Yikes. I was wondering why my TLS certs were coming up as invalid.

bshack0 23 hours ago |

so....what are we switching to y'all? cloud-run ? ;P

auxiliarymoose 23 hours ago | |

federated hardware (a bunch of raspberry pis networked into a high availability kubernetes cluster, hidden across various local coffee shops for free power and bandwidth)

throwatdem12311 23 hours ago | |

raspberry-pi cluster in my closet

frio 22 hours ago | | |

16GiB Raspberry Pi 5s in my country are now going for ~$450USD, so I've gotta say that's out of reach for me now :(.

eezing 20 hours ago |

“Deletion of private cloud subscription…”

Who deleted it?

isninkhamiss 22 hours ago |

github got way more noise for less

ChrisArchitect 22 hours ago |

Earlier: https://news.ycombinator.com/item?id=48200827

Drew-Aetherwave 22 hours ago |

It is killing me...

mcontrerazCL 23 hours ago |

all my fkn postgres bd in railways! what do i do now?

eoswald 23 hours ago | |

Hahah at least you're not getting called every five minutes because you cant shut off the alerts, because its apparently deployed SOMEWHERE but good luck finding how to access it. Can't wait to see the bill from Twilio because of this lol

cactusplant7374 23 hours ago | |

Take a walk. Breathe in the fresh air. It feels good.

jamwise 19 hours ago |

There goes a 9

WhereIsTheTruth 17 hours ago |

When your cloud depends on an other cloud

All these companies are fraud

Osborn_Ojure 22 hours ago |

compute recovered, get ready boys!

fnord77 20 hours ago |

wish I knew what "railway" is

iloveplants 1 day ago |

seems like it's every day

shevy-java 20 hours ago |

Do not become dependent on Google. Ever.

rvz 22 hours ago |

Let me guess… Googler running AI agent in production that blocked this startup’s account.

paganel 15 hours ago |

Apparently this has nothing to do with real-world trains and to the real-world rail system, at first, and reading the title alone, I had thought that some trains might have got stuck somewhere because of an IT (google cloud) failure. It's just another SaaS story.

rekabis 23 hours ago |

TL;DR: putting all your eggs into one basket is bad, man.

lfx 23 hours ago | |

That’s true, however having only few eggs and shopping for several baskets does not make sense in early days. Not sure how big railway is, but usually you start small with one egg.
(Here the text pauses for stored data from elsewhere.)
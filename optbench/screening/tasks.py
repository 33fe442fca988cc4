"""The function each worker runs for one underlying.

A task carries the scenario folder's *path* and the screen's options
(:class:`~optbench.screening.rows.ScreenTask`, a few hundred bytes pickled), never
the chain or the history: each worker reads its own files. So every worker — a
local process or a Dask worker on another machine — must see the universe at the
same path (a shared or copied file system). A worker that does not see the folder
fails that underlying with one line naming the folder and the worker's machine; the
failure is deterministic (the same worker would not see it on a second try), so it
is not retried.
"""
from __future__ import annotations

import socket
from pathlib import Path

from optbench.errors import InputError
from optbench.screening.rows import ScreenTask, screen_one


def folder_not_visible(folder: str) -> InputError:
    """The error of a worker that cannot see a scenario folder."""
    return InputError(folder, f"folder not found on worker {socket.gethostname()}: every "
                              "worker must see the universe at the same path (shared "
                              "or copied storage)")


def screen_task(task: ScreenTask) -> list[dict]:
    """One underlying's rows (:func:`~optbench.screening.rows.screen_one`), after
    checking that this worker sees its folder."""
    if not Path(task.folder).is_dir():
        raise folder_not_visible(task.folder)
    return screen_one(task)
christophilus 23 hours ago | | |

You’d think they wouldn’t have started with GCP. There are plenty of datacenters where you can buy racks and racks of servers, and talk to a human when something goes wrong, and even walk in and access your servers. That’s what I’d be using if I were to build a Rackspace today.

rekabis 23 hours ago |

TL;DR: putting all your eggs into one basket is bad, man.

Aachen 7 hours ago | |

Note, you submitted a dupe: https://news.ycombinator.com/item?id=48201711 (the comment I'm replying to is 1 ID older so I guess this is the canonical one to reply to)

canpan 22 hours ago | |

How to handle domains? The rest is easy, but your domain registrar blocking you sounds like a pain. My current solution is to use a local small provider, just for the domain. Then if there is a problem with your play account it is out of any blast radius.

FlamingMoe 22 hours ago | | |

What do you mean by local small provider? A registrar on main street?

rekabis 18 hours ago | | |

What the deuce are you blathering on about. An account got blocked, this has nothing to do with a domain.

And I’m talking about having disparate failovers that don’t rely on a single hosting provider. At that point, who cares what Google does to your cloud account… work with the hot failover and spin up another hot failover somewhere else.

truekonrads 22 hours ago | | |

MarkMonitor

binarycleric 22 hours ago | |

Same applies to all the companies betting the farm on AWS.

rekabis 18 hours ago | | |

Precisely. If you’re going to have a hot failover, it behoves you to have an entirely separate entity billing you for that hosting.

Honestly, I don’t know where the downvotes are coming from. Do people have no clue about service resiliency? I can understand if it’s a personal project or you haven’t yet scaled to paying customers, but anything at scale with serious money involved needs to be completely independent of the underlying hosting. It should remain up even if an entire provider goes titsup.